Stored records
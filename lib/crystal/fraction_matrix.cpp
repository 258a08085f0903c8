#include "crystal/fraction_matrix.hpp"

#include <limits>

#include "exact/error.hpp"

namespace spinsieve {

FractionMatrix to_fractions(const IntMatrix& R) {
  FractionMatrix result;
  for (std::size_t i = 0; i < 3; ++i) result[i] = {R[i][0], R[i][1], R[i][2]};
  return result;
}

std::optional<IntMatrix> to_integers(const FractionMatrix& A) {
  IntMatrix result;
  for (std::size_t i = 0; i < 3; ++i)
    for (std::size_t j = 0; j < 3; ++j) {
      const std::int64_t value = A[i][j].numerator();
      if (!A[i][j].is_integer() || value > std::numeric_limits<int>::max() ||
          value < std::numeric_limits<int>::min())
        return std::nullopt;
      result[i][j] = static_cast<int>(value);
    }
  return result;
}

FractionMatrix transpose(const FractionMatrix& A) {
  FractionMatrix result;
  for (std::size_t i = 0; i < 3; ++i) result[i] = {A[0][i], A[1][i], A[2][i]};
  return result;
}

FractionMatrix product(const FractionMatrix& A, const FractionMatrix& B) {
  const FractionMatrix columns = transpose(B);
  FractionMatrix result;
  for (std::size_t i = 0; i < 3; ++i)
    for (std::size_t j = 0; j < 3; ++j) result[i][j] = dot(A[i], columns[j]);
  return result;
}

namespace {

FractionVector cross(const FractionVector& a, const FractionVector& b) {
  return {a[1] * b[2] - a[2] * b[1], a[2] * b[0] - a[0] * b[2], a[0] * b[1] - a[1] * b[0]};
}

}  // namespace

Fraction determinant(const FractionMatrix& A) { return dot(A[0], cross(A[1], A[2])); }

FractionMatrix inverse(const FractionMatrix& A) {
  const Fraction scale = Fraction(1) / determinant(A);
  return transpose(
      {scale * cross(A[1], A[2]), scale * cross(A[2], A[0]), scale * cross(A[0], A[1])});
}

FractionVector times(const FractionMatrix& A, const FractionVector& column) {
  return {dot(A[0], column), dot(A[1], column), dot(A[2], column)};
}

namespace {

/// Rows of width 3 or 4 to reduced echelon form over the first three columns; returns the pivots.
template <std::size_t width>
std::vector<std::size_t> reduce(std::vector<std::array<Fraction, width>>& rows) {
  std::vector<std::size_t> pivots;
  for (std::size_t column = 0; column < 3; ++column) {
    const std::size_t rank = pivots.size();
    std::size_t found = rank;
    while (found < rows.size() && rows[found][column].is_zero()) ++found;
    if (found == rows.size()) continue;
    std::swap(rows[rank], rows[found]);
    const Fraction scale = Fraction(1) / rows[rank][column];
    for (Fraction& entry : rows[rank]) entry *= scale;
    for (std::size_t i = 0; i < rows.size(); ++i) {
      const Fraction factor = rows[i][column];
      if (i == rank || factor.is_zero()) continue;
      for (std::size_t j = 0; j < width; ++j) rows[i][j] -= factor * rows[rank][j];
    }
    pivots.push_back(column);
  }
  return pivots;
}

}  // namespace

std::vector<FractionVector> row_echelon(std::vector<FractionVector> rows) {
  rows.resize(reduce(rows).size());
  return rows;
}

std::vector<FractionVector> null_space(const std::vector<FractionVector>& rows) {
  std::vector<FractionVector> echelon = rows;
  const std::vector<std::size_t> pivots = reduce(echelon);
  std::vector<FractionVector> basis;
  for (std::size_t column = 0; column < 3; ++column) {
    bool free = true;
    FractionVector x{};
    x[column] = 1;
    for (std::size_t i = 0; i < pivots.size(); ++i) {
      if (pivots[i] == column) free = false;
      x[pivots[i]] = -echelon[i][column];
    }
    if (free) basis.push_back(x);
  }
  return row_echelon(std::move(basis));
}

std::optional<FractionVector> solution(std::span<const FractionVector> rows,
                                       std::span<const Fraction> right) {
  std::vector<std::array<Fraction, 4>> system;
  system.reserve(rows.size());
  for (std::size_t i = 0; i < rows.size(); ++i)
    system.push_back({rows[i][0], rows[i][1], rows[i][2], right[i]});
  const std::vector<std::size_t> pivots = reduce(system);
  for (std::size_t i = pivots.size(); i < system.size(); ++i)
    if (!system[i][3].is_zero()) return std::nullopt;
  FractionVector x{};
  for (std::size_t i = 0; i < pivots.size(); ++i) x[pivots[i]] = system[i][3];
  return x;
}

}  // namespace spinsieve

Work task> Please copy only these lines, exactly: the first line of the records through the line containing "FractionMatrix inverse(const FractionMatrix&", ends included.

Completed exercise>
filename lib/crystal/fraction_matrix.cpp
repository 258a08085f0903c8
#include "crystal/fraction_matrix.hpp"

#include <limits>

#include "exact/error.hpp"

namespace spinsieve {

FractionMatrix to_fractions(const IntMatrix& R) {
  FractionMatrix result;
  for (std::size_t i = 0; i < 3; ++i) result[i] = {R[i][0], R[i][1], R[i][2]};
  return result;
}

std::optional<IntMatrix> to_integers(const FractionMatrix& A) {
  IntMatrix result;
  for (std::size_t i = 0; i < 3; ++i)
    for (std::size_t j = 0; j < 3; ++j) {
      const std::int64_t value = A[i][j].numerator();
      if (!A[i][j].is_integer() || value > std::numeric_limits<int>::max() ||
          value < std::numeric_limits<int>::min())
        return std::nullopt;
      result[i][j] = static_cast<int>(value);
    }
  return result;
}

FractionMatrix transpose(const FractionMatrix& A) {
  FractionMatrix result;
  for (std::size_t i = 0; i < 3; ++i) result[i] = {A[0][i], A[1][i], A[2][i]};
  return result;
}

FractionMatrix product(const FractionMatrix& A, const FractionMatrix& B) {
  const FractionMatrix columns = transpose(B);
  FractionMatrix result;
  for (std::size_t i = 0; i < 3; ++i)
    for (std::size_t j = 0; j < 3; ++j) result[i][j] = dot(A[i], columns[j]);
  return result;
}

namespace {

FractionVector cross(const FractionVector& a, const FractionVector& b) {
  return {a[1] * b[2] - a[2] * b[1], a[2] * b[0] - a[0] * b[2], a[0] * b[1] - a[1] * b[0]};
}

}  // namespace

Fraction determinant(const FractionMatrix& A) { return dot(A[0], cross(A[1], A[2])); }

FractionMatrix inverse(const FractionMatrix& A) {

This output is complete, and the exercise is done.